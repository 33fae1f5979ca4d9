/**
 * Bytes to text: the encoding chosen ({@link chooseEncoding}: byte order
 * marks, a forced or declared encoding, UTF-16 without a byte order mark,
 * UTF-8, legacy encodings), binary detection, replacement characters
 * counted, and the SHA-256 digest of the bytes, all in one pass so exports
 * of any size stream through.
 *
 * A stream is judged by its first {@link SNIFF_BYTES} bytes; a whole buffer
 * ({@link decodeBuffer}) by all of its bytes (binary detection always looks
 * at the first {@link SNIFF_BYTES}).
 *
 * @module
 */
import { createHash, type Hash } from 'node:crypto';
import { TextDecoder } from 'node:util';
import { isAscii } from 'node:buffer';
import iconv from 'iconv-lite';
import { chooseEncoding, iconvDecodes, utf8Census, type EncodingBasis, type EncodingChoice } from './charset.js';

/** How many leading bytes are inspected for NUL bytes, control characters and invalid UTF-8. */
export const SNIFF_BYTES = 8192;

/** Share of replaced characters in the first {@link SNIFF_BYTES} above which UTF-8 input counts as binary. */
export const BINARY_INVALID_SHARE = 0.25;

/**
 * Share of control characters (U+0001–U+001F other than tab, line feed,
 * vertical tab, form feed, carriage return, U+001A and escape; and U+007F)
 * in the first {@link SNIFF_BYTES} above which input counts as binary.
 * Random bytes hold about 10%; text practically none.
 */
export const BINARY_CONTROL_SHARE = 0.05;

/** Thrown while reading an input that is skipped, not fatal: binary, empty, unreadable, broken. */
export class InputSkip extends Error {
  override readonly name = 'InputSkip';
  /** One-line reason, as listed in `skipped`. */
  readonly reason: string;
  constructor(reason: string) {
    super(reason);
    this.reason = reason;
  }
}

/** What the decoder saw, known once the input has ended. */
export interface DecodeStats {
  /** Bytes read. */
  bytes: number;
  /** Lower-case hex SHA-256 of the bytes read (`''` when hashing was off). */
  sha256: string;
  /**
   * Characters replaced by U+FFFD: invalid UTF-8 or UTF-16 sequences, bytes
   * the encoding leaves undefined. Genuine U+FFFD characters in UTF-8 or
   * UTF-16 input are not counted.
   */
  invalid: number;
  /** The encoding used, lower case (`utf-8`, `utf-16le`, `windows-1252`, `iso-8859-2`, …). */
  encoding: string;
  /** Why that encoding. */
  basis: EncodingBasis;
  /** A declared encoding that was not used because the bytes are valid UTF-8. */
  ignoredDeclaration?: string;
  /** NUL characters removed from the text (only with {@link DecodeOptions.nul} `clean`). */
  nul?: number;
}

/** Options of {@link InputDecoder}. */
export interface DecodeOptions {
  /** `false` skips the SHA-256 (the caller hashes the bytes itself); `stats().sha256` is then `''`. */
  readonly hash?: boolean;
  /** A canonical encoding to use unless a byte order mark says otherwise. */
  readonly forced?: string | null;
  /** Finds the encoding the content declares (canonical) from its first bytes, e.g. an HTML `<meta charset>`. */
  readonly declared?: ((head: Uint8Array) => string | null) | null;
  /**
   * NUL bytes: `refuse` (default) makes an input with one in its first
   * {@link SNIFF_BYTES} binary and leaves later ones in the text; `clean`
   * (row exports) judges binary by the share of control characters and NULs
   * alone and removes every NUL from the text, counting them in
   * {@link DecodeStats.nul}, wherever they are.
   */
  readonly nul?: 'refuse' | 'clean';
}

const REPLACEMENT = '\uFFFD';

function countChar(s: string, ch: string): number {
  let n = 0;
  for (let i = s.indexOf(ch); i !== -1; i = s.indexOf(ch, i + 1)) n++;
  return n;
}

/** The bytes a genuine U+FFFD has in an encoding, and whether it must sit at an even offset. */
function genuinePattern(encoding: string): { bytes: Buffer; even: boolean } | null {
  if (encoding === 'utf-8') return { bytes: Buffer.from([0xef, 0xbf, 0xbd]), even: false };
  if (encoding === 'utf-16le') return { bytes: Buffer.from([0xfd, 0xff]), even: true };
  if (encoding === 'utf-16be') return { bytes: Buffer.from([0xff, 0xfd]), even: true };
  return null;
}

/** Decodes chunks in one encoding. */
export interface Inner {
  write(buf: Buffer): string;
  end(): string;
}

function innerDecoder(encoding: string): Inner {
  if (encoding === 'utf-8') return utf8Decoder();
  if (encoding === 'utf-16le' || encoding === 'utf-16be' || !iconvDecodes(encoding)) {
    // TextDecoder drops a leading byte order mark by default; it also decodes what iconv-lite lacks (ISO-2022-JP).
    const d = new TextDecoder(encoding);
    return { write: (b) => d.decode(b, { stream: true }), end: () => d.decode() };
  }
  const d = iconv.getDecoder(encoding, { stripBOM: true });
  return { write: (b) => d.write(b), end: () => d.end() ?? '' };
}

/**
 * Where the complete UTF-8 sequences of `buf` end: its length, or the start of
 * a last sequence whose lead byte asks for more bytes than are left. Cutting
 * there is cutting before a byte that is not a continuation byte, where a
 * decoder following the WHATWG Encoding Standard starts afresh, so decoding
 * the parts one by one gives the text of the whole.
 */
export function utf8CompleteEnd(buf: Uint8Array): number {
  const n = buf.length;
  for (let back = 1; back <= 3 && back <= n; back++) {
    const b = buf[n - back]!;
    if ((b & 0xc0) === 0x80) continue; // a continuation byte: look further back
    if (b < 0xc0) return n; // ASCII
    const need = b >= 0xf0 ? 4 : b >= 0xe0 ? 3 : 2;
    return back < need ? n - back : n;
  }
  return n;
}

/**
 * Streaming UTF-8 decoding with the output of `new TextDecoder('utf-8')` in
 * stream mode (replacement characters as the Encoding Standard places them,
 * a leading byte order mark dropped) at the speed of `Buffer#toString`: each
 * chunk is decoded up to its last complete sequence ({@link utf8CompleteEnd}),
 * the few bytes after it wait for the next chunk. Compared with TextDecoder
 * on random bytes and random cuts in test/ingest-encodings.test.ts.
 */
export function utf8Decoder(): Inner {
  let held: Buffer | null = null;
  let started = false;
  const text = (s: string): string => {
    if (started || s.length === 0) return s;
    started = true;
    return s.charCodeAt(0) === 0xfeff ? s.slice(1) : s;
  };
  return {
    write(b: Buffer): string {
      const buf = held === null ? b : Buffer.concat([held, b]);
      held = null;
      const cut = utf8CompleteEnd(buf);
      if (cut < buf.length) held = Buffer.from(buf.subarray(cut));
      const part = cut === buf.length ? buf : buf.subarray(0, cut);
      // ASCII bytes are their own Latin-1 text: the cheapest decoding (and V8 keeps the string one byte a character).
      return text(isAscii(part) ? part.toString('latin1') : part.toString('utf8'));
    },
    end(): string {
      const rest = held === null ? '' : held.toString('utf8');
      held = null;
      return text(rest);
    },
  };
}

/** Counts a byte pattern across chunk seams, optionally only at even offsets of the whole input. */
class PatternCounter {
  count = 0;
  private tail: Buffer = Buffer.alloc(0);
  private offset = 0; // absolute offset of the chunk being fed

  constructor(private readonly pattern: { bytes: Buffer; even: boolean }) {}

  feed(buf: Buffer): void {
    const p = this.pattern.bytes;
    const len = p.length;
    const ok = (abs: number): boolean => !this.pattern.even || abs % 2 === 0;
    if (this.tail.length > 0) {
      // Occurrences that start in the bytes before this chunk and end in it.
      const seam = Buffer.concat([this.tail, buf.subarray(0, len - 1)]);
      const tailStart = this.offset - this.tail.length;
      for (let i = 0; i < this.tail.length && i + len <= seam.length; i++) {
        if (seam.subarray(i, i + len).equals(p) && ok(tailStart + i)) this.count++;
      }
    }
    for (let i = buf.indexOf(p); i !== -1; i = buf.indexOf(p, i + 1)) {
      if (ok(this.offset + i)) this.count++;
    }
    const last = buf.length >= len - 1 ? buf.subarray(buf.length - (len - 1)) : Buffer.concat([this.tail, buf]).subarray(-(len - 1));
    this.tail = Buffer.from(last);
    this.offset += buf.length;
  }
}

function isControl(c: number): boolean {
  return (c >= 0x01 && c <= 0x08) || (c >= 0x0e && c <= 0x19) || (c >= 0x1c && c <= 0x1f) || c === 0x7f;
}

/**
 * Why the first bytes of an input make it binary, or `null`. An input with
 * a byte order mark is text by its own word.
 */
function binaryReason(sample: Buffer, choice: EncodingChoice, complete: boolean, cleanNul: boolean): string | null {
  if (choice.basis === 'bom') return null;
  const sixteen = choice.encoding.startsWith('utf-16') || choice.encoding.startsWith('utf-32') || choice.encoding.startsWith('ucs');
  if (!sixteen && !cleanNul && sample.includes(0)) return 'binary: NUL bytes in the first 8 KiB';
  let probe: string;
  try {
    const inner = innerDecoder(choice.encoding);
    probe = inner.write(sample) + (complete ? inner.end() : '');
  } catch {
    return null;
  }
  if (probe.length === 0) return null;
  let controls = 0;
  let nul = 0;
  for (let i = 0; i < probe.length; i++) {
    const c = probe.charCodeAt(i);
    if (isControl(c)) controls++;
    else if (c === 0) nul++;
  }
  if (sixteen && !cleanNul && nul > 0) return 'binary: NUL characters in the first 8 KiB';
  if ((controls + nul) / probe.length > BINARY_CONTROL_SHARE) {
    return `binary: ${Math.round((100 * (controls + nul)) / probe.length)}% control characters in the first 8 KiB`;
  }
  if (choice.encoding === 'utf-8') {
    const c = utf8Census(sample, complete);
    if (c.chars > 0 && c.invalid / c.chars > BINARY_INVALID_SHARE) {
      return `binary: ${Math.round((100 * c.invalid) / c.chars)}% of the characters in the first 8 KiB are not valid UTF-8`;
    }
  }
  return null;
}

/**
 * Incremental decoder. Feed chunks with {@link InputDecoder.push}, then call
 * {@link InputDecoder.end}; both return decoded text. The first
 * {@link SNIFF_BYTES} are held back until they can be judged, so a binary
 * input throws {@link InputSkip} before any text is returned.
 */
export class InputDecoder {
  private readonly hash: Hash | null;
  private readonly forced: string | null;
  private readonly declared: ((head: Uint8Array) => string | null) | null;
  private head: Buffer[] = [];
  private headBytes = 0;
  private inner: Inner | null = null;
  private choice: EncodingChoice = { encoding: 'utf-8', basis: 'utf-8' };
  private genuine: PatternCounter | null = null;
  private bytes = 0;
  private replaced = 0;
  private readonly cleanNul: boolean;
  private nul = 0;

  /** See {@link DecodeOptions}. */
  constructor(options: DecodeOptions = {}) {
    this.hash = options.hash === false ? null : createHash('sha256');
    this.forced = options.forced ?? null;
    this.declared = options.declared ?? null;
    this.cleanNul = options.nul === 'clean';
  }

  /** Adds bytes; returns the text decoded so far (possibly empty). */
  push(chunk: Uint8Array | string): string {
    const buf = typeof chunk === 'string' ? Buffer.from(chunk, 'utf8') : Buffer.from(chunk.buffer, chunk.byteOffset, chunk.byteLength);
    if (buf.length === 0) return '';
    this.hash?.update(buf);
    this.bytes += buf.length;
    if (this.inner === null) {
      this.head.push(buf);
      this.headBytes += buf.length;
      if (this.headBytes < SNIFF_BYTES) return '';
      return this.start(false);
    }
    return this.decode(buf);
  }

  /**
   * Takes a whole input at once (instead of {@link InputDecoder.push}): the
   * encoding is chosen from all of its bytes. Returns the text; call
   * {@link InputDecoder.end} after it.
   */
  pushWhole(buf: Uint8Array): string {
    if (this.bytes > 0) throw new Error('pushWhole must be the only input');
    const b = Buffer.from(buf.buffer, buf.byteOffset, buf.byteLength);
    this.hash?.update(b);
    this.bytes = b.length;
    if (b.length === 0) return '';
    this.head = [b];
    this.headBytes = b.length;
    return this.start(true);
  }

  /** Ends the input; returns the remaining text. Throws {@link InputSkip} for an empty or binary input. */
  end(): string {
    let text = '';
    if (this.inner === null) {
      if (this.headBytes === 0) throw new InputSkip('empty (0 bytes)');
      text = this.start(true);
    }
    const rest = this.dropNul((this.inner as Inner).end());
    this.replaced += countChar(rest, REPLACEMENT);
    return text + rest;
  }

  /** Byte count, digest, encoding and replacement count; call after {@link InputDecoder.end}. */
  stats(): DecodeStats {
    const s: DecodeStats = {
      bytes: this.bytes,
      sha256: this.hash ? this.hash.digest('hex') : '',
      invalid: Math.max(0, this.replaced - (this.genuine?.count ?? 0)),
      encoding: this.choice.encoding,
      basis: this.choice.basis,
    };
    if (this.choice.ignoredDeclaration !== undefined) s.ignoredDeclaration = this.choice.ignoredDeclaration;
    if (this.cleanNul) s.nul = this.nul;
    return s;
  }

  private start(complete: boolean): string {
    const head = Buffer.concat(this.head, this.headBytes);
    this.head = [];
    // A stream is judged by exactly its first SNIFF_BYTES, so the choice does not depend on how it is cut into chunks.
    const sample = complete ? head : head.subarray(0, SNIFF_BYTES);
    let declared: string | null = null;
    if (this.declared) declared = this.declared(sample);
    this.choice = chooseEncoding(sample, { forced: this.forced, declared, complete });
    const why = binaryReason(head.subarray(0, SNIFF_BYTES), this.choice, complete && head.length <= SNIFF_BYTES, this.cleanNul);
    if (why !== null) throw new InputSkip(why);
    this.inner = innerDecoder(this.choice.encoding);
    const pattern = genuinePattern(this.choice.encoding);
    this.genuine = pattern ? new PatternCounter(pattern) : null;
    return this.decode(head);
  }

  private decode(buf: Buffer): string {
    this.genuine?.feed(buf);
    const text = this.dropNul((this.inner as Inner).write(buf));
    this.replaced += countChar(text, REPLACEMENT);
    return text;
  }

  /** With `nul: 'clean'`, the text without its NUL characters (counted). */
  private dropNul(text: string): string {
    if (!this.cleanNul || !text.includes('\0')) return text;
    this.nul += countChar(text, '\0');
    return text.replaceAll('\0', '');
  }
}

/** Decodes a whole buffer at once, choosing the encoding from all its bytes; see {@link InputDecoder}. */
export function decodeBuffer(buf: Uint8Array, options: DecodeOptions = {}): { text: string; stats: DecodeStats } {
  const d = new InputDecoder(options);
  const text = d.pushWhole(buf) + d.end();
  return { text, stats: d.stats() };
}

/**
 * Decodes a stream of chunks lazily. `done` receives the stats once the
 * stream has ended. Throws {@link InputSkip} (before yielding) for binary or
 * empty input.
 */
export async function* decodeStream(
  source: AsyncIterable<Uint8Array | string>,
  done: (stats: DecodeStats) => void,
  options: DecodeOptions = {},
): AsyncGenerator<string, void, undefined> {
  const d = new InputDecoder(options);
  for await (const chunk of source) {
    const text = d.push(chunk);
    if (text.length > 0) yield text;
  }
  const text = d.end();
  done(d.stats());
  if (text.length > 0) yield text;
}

..............................

_Assigned task:_ Above this task is a listing. Restate, word for word and with nothing added, the lines from the one with "<= SNIFF_BYTES, this.cleanNul);" through the one with "const pattern = genuinePattern(this.choice.encoding);".

_Task response:_
    const why = binaryReason(head.subarray(0, SNIFF_BYTES), this.choice, complete && head.length <= SNIFF_BYTES, this.cleanNul);
    if (why !== null) throw new InputSkip(why);
    this.inner = innerDecoder(this.choice.encoding);
    const pattern = genuinePattern(this.choice.encoding);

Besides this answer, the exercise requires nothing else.